Saved data entries:
========================================

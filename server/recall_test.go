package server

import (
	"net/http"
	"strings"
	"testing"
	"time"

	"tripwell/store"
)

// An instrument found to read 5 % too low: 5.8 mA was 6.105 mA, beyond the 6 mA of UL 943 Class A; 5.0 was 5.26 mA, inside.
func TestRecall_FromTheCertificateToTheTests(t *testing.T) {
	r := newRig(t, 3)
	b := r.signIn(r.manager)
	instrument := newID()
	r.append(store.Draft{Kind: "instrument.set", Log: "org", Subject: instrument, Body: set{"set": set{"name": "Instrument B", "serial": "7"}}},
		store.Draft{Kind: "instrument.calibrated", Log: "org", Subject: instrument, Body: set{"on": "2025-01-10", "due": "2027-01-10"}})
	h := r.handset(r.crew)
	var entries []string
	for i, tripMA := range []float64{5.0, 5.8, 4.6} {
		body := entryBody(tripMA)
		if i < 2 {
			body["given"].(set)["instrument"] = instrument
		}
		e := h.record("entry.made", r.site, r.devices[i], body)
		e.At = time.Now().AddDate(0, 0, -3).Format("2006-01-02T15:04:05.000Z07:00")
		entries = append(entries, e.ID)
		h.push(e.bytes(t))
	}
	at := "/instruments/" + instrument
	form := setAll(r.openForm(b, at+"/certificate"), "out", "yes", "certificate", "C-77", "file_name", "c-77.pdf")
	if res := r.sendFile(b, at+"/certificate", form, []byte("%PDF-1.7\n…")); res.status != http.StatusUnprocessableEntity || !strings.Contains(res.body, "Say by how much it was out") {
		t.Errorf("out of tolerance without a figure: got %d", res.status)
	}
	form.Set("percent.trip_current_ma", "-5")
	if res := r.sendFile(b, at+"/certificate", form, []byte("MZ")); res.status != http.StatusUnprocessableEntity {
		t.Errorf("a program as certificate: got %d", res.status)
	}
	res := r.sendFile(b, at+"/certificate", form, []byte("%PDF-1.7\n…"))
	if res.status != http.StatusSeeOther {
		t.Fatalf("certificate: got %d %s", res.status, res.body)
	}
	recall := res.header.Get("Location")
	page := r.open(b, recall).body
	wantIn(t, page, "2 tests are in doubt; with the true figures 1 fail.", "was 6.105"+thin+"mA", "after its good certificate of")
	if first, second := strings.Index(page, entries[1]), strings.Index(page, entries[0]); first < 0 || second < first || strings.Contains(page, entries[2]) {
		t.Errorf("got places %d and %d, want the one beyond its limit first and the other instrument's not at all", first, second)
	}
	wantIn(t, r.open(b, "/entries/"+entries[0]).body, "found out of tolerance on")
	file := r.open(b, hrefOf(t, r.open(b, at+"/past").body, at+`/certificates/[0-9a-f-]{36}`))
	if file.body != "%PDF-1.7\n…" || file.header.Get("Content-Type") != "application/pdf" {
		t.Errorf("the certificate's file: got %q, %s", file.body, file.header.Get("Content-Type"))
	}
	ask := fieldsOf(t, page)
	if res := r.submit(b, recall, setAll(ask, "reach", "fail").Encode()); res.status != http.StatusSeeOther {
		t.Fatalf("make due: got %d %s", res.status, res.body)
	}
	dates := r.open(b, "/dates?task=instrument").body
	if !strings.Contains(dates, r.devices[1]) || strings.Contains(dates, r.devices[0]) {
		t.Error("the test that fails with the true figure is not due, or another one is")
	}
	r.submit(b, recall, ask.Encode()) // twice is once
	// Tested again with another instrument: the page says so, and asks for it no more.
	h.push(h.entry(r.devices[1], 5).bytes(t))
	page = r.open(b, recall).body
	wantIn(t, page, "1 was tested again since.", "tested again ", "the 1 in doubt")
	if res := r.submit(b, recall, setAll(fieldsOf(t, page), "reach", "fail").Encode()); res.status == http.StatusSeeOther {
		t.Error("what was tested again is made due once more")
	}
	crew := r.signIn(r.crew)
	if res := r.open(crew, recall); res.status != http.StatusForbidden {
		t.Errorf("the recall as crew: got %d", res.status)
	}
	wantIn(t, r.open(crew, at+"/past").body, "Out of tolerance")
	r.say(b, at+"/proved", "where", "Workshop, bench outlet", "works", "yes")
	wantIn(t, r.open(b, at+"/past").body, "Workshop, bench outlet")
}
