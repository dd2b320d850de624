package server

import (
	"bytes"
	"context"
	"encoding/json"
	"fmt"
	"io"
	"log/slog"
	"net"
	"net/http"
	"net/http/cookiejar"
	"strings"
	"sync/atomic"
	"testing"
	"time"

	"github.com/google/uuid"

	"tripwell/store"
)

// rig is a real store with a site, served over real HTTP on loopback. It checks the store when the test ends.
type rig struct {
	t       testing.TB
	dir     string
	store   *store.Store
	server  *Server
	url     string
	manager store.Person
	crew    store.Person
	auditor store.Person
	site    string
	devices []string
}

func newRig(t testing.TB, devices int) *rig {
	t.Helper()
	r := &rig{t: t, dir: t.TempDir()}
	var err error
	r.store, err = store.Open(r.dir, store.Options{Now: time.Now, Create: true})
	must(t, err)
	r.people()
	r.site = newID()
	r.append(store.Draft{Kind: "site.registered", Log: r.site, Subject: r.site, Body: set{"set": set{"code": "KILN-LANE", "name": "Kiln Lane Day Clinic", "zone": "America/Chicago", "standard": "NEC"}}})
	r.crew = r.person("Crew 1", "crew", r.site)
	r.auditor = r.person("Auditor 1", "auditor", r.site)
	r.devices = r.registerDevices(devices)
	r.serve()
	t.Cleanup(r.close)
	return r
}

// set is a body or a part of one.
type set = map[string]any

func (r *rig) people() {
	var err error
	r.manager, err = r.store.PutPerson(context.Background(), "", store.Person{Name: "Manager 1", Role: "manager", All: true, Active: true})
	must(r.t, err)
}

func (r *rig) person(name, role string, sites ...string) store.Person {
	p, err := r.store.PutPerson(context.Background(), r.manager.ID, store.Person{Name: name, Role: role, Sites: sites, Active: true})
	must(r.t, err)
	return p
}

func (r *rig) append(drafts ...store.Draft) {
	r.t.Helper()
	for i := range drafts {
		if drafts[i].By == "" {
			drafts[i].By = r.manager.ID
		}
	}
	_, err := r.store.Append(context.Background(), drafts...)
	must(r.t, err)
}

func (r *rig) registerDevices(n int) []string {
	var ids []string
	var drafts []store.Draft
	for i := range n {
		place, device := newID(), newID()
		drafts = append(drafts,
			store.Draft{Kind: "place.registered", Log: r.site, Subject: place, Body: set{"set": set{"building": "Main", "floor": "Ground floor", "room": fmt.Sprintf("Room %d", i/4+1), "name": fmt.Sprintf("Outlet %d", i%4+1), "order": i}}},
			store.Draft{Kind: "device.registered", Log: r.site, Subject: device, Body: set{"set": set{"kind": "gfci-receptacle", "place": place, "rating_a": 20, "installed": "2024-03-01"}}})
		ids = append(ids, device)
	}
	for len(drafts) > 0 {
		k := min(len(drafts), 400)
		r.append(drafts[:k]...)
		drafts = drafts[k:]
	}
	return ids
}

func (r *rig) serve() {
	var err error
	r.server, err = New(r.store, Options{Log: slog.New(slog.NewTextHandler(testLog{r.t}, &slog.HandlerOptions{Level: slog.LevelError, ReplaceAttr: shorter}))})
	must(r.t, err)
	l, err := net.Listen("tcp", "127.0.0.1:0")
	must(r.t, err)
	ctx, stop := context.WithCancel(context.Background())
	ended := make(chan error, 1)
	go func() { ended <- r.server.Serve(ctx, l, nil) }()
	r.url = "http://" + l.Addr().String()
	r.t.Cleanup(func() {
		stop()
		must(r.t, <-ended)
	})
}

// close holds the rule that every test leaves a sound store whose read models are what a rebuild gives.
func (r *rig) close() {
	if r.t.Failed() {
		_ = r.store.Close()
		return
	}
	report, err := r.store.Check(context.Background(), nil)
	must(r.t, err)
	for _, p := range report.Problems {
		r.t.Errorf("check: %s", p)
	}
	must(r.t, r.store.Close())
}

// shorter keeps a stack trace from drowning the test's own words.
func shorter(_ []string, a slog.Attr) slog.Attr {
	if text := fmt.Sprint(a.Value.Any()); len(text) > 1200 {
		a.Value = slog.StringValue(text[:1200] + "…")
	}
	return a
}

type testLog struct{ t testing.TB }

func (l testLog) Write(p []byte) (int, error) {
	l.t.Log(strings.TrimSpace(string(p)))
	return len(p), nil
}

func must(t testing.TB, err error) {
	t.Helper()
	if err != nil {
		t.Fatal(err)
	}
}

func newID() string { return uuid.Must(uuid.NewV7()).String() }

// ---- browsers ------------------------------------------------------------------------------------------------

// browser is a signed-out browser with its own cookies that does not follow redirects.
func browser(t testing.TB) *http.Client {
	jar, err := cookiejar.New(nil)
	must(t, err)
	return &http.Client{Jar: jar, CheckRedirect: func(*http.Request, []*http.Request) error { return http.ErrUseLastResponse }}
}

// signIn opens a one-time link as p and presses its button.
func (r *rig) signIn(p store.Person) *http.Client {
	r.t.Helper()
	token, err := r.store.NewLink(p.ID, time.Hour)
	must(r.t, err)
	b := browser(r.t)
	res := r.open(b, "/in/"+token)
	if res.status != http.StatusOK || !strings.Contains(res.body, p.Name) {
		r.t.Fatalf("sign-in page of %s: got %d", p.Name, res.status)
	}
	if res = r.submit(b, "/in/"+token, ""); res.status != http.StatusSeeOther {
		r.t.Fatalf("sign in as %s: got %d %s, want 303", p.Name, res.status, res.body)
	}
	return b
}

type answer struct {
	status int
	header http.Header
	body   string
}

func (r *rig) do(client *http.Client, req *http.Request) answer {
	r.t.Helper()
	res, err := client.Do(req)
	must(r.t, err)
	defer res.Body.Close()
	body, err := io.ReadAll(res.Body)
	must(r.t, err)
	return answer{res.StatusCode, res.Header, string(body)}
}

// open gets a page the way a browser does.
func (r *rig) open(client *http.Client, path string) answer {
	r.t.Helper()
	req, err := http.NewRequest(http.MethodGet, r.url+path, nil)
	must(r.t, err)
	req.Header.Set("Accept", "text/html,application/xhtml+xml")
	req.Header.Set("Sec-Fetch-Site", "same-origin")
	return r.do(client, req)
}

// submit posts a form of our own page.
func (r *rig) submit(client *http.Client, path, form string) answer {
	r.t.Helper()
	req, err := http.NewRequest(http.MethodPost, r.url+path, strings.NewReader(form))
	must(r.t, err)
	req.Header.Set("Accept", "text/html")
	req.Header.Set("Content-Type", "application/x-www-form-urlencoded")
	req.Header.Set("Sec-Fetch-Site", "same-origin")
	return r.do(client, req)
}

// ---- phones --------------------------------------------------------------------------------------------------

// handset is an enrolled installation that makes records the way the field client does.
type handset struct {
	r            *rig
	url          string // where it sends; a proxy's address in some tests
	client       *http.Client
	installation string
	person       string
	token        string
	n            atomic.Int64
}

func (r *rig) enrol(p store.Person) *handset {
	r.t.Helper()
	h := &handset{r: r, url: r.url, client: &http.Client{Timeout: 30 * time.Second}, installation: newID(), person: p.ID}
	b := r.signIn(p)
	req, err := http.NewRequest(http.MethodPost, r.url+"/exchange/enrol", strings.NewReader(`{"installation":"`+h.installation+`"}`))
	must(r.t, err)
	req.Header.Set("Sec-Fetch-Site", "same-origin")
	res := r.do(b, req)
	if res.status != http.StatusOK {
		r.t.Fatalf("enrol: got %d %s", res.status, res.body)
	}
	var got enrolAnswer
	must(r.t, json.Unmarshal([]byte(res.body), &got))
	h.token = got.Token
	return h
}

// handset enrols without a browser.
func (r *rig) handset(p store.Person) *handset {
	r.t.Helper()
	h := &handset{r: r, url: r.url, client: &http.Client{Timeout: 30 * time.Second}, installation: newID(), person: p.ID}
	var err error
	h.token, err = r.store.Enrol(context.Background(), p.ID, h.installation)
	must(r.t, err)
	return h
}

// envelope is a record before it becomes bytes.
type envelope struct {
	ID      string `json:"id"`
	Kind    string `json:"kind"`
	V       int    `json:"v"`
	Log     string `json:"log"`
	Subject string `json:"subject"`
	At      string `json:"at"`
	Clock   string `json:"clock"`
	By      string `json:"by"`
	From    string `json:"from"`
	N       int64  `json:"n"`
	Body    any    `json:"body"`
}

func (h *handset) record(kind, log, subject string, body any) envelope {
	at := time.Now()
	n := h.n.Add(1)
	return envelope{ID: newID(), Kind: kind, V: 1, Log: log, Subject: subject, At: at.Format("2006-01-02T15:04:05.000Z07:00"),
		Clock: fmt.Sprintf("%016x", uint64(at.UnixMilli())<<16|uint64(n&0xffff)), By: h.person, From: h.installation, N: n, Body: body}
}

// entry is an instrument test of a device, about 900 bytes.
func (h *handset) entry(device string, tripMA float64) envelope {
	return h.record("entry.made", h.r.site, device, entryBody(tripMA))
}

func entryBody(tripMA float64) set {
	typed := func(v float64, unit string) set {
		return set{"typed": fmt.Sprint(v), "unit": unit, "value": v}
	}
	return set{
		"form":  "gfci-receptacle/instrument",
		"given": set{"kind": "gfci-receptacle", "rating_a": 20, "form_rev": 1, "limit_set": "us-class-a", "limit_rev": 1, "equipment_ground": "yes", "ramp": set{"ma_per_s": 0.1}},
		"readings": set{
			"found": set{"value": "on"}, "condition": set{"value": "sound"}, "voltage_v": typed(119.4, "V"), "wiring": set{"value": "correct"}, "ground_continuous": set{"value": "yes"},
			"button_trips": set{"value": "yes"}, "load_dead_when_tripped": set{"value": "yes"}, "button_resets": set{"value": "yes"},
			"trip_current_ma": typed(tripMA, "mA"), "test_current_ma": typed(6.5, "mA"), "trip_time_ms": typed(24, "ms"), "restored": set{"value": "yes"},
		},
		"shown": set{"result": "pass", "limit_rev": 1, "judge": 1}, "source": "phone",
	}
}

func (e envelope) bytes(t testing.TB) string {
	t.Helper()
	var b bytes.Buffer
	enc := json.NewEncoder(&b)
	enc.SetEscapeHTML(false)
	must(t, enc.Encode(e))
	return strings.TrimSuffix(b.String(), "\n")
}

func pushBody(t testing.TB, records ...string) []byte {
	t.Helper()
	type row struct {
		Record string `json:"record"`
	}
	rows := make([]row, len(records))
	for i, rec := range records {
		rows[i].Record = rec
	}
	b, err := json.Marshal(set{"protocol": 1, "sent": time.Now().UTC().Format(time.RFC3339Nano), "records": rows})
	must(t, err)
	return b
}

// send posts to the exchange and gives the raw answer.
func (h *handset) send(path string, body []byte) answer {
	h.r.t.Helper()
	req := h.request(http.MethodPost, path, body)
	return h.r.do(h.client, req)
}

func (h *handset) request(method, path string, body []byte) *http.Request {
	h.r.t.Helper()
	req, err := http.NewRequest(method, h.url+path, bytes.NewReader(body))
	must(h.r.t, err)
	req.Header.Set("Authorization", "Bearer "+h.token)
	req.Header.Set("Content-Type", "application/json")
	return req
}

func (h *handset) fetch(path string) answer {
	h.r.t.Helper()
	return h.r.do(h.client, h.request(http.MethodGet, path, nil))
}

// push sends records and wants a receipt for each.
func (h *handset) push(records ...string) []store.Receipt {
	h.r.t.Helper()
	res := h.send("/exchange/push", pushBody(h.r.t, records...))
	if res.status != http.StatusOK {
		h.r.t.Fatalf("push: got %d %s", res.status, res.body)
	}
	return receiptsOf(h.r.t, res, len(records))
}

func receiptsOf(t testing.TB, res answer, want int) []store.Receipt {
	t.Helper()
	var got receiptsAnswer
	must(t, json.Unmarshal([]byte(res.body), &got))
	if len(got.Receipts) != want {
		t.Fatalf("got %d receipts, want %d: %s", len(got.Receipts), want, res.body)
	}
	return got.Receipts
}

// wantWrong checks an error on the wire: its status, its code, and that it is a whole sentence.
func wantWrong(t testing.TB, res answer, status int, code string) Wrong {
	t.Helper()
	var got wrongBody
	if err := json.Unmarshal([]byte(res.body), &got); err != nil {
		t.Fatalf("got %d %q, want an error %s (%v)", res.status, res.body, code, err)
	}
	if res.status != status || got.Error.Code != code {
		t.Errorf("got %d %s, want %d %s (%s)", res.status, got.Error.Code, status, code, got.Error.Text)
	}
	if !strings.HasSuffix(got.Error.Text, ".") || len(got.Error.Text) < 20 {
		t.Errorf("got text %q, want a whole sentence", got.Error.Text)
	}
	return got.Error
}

========================================

PROBLEM: Look above for the line holding "func (r *rig) append(drafts", then set down exactly that line and every line after it up to and including the line holding "place, device := newID(), newID()", with nothing else.

TASK RESPONSE:
func (r *rig) append(drafts ...store.Draft) {
	r.t.Helper()
	for i := range drafts {
		if drafts[i].By == "" {
			drafts[i].By = r.manager.ID
		}
	}
	_, err := r.store.Append(context.Background(), drafts...)
	must(r.t, err)
}

func (r *rig) registerDevices(n int) []string {
	var ids []string
	var drafts []store.Draft
	for i := range n {
		place, device := newID(), newID()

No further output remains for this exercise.